(Beginning of Excerpted records)

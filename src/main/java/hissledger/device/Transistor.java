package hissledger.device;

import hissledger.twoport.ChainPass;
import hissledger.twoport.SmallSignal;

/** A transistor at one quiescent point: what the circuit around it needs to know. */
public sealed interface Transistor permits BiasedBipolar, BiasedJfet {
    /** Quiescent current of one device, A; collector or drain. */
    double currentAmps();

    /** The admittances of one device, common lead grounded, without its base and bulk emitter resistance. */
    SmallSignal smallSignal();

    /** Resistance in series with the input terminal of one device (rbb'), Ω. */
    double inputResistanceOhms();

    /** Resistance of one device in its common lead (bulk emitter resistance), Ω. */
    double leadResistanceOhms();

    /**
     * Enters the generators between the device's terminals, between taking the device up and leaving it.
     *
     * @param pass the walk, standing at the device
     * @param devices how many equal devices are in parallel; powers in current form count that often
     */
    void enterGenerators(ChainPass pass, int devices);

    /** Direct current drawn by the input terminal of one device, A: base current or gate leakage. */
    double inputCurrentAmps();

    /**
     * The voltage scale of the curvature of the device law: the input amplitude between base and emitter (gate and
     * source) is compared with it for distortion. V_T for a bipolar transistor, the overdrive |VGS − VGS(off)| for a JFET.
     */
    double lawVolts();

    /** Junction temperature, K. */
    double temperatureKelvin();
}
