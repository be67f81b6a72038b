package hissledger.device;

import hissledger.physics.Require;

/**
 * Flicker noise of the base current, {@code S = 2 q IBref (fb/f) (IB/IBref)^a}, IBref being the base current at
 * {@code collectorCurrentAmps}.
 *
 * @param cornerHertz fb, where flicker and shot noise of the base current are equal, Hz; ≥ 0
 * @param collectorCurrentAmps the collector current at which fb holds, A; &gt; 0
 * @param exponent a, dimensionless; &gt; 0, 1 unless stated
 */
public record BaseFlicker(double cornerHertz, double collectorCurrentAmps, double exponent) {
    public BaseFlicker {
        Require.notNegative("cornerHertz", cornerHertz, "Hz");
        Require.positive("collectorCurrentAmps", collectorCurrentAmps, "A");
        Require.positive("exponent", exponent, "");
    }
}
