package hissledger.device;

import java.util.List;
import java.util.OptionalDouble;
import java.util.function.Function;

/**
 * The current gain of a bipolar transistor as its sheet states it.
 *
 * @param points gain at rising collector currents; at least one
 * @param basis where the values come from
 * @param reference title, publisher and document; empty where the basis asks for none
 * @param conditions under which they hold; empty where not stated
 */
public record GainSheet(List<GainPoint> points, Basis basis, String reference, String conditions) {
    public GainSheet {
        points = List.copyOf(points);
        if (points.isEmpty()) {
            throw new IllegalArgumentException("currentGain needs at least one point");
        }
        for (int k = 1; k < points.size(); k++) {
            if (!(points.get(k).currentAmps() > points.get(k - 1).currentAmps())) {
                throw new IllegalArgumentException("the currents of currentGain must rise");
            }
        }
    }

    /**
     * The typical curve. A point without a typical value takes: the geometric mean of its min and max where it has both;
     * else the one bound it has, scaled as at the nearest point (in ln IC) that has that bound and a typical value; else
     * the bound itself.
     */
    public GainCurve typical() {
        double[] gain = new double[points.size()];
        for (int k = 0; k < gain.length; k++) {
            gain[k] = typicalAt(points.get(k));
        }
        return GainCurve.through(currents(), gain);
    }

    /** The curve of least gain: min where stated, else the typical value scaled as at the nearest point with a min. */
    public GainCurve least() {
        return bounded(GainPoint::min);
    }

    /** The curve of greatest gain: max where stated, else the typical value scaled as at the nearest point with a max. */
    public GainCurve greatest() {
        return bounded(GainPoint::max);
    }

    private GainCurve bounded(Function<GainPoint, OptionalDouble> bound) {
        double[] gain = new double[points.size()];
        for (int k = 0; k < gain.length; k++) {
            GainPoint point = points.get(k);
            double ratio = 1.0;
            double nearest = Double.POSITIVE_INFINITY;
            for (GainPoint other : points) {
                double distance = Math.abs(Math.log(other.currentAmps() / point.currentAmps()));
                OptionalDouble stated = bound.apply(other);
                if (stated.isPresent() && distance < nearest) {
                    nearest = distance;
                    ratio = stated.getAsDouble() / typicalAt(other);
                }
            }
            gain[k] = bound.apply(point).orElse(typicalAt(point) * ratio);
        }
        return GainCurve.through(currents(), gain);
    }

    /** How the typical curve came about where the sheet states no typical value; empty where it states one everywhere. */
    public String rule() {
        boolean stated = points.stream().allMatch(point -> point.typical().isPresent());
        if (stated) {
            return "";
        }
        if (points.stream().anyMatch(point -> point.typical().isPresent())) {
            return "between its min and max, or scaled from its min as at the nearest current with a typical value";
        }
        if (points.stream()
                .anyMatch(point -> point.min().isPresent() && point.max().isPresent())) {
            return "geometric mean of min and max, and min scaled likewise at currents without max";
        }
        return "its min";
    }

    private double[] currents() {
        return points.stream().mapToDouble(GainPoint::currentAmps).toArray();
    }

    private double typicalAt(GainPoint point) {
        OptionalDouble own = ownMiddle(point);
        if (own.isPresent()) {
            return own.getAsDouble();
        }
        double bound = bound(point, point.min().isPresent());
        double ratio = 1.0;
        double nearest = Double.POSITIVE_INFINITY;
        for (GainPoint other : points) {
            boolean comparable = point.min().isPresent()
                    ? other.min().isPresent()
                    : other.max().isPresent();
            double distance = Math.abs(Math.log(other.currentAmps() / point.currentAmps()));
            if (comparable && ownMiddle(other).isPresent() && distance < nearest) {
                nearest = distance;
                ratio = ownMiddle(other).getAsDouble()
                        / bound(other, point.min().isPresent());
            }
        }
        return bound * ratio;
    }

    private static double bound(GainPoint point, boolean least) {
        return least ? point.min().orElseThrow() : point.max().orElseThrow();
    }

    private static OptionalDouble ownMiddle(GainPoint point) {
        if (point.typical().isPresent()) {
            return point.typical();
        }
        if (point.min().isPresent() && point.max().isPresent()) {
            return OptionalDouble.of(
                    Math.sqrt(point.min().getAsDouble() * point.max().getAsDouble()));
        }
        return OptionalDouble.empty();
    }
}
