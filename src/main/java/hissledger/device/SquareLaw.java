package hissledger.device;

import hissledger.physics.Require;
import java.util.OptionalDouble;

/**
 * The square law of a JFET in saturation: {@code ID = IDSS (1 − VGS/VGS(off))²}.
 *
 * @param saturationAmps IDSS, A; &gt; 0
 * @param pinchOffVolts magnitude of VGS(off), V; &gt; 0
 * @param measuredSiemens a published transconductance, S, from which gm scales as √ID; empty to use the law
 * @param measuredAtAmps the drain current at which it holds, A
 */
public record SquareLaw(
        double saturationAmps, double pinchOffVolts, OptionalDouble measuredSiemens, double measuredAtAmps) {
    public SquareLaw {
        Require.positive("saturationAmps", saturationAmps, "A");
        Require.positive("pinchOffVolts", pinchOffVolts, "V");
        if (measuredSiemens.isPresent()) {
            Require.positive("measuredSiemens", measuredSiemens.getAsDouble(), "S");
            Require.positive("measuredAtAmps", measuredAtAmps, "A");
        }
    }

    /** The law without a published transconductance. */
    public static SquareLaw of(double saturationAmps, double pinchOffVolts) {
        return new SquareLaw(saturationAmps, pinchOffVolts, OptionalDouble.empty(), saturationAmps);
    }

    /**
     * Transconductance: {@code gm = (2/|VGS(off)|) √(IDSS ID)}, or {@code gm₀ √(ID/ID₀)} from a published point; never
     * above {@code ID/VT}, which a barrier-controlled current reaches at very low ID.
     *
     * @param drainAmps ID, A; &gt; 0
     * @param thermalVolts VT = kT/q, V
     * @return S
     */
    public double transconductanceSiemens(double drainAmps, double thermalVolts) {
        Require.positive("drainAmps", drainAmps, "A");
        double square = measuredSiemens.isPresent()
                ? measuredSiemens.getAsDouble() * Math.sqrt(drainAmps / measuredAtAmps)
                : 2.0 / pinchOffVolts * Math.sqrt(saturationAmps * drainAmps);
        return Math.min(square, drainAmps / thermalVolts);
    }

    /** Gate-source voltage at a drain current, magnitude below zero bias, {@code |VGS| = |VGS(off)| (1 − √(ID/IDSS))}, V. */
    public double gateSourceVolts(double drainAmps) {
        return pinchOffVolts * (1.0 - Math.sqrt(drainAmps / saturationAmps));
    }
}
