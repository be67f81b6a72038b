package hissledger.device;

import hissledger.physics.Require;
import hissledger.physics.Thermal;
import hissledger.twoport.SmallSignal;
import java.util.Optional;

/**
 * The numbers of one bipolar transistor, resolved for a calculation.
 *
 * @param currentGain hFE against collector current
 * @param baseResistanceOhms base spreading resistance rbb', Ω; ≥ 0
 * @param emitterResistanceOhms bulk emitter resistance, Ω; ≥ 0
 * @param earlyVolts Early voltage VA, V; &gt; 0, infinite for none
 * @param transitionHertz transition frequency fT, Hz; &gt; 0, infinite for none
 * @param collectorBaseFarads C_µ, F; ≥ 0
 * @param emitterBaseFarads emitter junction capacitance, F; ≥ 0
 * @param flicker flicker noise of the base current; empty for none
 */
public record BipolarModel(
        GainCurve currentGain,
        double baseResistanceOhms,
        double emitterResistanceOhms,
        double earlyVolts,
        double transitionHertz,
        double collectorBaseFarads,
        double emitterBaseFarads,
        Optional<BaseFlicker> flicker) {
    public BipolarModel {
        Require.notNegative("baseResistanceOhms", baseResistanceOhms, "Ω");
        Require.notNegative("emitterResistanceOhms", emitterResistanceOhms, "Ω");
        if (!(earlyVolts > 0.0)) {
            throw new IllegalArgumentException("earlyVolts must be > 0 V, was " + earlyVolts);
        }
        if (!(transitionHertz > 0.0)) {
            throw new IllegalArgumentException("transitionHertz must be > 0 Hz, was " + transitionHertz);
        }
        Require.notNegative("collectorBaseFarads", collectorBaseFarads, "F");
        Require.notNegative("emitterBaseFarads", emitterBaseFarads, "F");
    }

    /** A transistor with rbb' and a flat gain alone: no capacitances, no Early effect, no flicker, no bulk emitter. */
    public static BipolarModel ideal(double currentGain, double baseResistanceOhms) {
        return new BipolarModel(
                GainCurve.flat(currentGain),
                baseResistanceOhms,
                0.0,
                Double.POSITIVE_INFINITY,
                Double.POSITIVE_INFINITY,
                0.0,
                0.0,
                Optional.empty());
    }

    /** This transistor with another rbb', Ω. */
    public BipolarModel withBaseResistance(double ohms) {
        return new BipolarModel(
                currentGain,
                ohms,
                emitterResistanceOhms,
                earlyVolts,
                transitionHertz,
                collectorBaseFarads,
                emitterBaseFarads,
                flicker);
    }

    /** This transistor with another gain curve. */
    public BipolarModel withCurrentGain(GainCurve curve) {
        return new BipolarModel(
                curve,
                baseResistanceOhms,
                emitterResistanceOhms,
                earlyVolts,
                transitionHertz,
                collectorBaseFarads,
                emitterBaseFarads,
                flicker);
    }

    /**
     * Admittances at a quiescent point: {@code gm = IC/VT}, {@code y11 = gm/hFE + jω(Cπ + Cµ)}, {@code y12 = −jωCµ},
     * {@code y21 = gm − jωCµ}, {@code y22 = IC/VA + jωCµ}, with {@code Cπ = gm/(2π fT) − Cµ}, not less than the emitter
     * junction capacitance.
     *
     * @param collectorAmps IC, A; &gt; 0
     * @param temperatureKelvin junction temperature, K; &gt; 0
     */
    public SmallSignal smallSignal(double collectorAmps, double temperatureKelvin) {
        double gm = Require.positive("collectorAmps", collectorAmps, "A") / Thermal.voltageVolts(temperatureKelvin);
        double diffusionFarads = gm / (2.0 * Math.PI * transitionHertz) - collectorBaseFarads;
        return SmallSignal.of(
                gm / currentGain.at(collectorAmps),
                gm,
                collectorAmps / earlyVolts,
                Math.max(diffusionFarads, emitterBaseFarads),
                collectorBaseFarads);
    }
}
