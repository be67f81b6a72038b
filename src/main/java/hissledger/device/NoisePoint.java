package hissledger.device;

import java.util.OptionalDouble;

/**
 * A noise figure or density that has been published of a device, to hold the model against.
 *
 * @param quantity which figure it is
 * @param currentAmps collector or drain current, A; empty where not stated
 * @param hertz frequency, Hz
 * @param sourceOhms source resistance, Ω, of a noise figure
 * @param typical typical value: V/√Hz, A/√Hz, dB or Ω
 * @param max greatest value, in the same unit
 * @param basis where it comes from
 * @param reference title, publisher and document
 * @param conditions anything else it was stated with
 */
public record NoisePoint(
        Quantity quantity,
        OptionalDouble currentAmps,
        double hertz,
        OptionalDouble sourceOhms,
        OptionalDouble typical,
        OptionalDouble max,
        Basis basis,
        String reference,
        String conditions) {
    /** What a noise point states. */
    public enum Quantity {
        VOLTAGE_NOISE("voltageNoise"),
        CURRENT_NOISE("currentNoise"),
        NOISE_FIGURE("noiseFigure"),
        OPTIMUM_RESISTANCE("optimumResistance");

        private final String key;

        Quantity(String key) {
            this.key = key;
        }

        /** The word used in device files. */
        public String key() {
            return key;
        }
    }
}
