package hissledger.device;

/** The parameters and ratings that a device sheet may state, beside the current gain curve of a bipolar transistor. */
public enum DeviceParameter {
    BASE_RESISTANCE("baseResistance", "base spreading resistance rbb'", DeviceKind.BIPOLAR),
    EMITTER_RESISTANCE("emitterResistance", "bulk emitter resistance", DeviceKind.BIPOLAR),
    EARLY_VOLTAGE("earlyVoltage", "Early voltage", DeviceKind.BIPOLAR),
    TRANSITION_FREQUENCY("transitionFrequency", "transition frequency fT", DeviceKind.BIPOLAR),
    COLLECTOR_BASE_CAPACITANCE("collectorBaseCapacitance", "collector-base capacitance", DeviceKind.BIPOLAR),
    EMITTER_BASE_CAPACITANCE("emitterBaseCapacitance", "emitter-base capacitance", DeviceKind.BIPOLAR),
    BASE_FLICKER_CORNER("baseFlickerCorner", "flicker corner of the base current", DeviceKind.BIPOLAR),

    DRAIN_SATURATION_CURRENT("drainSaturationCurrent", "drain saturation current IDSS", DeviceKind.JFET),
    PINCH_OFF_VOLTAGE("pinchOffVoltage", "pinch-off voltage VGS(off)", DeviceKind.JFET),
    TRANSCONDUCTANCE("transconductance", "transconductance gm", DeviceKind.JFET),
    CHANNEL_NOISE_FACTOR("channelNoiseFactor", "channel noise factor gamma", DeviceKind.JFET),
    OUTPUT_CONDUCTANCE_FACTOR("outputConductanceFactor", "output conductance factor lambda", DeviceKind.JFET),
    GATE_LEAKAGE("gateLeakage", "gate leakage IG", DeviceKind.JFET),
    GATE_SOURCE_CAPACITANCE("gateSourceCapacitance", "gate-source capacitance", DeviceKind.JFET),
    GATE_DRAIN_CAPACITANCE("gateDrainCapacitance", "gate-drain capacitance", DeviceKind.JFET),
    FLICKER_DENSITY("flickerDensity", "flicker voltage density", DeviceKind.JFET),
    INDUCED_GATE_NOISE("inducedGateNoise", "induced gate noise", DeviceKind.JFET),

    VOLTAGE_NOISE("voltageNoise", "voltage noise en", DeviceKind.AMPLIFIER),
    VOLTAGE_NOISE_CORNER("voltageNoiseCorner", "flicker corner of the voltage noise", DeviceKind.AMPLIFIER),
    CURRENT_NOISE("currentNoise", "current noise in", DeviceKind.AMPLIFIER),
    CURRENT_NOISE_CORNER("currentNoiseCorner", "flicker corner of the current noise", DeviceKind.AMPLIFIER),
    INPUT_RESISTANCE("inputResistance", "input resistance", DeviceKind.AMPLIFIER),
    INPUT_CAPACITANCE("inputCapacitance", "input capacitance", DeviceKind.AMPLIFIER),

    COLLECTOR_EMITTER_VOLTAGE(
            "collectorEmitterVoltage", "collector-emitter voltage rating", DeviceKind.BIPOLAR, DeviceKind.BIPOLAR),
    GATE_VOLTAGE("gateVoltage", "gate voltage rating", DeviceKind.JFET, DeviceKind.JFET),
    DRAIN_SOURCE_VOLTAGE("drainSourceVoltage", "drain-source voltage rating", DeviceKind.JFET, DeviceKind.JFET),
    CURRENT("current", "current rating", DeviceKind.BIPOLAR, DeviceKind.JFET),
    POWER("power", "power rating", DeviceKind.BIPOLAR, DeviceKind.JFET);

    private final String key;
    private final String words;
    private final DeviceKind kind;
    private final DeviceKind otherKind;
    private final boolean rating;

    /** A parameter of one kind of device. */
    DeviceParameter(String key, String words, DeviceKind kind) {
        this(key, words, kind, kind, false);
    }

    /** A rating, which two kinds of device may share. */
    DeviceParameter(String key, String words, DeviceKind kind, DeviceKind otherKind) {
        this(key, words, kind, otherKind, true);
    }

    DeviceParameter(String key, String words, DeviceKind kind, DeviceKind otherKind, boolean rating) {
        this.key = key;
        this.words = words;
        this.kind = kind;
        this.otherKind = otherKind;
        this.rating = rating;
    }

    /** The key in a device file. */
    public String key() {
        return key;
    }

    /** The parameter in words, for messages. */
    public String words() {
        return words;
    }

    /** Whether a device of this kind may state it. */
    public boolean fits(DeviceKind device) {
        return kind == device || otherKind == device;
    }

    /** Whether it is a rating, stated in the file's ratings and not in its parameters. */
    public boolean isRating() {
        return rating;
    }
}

(End of Excerpted records)

— Exercise requirements —
Only the lines from the start of the material through the line bearing "public sealed interface" are needed, restated exactly, with both end lines included.

— Answer box —
filename src/main/java/hissledger/device/Transistor.java
package hissledger.device;

import hissledger.twoport.ChainPass;
import hissledger.twoport.SmallSignal;

/** A transistor at one quiescent point: what the circuit around it needs to know. */
public sealed interface Transistor permits BiasedBipolar, BiasedJfet {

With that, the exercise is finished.